(Exercise description) Search the records for the word "expectClose" and copy each line in which it appears.

[Opening Materials provided section]

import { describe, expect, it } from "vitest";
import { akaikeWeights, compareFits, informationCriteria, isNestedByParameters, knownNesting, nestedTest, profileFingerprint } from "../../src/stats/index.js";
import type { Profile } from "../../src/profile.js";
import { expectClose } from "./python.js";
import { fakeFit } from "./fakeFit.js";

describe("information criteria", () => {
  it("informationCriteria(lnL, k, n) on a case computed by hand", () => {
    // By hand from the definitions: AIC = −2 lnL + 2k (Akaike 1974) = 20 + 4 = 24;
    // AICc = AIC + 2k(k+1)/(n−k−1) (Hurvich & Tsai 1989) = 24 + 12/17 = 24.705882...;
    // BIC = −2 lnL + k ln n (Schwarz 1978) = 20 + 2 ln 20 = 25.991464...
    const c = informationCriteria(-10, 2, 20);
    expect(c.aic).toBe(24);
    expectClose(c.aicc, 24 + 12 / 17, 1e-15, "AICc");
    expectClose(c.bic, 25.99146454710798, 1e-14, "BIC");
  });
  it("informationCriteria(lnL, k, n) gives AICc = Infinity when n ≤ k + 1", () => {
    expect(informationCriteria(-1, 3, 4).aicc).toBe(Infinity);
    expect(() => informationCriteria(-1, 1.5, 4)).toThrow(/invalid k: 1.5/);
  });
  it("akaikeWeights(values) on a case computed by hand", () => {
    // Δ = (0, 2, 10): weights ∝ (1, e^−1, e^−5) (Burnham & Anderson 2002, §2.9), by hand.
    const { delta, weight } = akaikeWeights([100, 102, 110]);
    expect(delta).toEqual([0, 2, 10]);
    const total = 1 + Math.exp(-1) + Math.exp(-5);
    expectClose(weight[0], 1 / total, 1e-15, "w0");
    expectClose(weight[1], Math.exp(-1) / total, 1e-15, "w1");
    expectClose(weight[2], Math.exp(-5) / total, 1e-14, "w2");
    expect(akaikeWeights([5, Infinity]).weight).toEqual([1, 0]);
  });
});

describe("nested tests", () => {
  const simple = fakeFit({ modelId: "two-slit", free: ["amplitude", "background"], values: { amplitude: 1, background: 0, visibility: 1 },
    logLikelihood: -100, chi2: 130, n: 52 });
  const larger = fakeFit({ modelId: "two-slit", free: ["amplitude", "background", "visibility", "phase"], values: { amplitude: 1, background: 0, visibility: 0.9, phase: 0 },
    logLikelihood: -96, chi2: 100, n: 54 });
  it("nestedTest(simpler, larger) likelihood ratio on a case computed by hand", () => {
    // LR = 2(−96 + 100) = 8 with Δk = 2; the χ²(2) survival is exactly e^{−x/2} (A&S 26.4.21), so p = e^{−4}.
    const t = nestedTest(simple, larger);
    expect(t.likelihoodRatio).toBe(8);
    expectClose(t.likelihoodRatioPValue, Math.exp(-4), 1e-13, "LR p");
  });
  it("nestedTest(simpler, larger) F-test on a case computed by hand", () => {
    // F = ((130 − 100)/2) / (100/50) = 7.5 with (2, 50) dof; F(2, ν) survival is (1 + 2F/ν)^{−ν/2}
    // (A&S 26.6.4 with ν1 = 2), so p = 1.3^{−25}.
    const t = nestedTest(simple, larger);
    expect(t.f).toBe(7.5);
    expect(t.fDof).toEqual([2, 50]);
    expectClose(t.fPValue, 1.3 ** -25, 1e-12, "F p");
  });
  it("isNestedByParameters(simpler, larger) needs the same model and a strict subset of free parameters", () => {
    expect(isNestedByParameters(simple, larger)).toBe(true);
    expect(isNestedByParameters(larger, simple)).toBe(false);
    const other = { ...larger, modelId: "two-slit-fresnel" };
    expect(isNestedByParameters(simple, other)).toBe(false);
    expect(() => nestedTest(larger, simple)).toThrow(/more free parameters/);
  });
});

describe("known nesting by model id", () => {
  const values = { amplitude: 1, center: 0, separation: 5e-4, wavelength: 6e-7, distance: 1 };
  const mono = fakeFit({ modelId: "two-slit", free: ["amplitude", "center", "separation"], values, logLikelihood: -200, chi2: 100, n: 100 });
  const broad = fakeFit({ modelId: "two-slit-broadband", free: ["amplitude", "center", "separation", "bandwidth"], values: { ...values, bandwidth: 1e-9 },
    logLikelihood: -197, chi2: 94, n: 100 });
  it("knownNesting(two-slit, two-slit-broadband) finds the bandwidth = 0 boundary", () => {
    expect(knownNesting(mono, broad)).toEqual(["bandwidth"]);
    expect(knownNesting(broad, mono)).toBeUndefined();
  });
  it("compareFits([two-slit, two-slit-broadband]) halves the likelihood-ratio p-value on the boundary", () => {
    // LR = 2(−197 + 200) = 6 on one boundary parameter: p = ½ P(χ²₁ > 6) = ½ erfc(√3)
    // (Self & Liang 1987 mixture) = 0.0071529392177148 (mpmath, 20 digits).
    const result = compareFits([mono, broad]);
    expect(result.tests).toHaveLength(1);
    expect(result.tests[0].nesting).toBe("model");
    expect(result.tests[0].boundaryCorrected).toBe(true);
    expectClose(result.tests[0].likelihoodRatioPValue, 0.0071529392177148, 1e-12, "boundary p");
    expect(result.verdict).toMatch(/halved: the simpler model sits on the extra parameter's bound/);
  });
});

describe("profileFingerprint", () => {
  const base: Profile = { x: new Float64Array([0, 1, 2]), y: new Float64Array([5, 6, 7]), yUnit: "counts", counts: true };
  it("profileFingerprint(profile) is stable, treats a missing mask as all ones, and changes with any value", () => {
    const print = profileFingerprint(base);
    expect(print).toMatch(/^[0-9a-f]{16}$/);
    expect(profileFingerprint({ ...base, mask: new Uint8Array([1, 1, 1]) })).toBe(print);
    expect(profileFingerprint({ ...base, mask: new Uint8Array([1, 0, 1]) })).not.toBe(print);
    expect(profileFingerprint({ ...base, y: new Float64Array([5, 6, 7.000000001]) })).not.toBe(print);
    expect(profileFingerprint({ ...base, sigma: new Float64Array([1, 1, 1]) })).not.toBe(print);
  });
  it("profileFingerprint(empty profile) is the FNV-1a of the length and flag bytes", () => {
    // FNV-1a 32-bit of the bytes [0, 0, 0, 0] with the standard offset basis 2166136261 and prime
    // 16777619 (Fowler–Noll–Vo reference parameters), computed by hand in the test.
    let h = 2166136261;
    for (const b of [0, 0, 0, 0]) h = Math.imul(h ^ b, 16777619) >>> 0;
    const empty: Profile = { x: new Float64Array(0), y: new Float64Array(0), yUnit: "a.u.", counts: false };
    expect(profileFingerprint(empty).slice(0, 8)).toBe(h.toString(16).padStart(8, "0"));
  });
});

[Closing Materials provided section]

(Result of the task)
import { expectClose } from "./python.js";
    expectClose(c.aicc, 24 + 12 / 17, 1e-15, "AICc");
    expectClose(c.bic, 25.99146454710798, 1e-14, "BIC");
    expectClose(weight[0], 1 / total, 1e-15, "w0");
    expectClose(weight[1], Math.exp(-1) / total, 1e-15, "w1");
    expectClose(weight[2], Math.exp(-5) / total, 1e-14, "w2");
    expectClose(t.likelihoodRatioPValue, Math.exp(-4), 1e-13, "LR p");
    expectClose(t.fPValue, 1.3 ** -25, 1e-12, "F p");
    expectClose(result.tests[0].likelihoodRatioPValue, 0.0071529392177148, 1e-12, "boundary p");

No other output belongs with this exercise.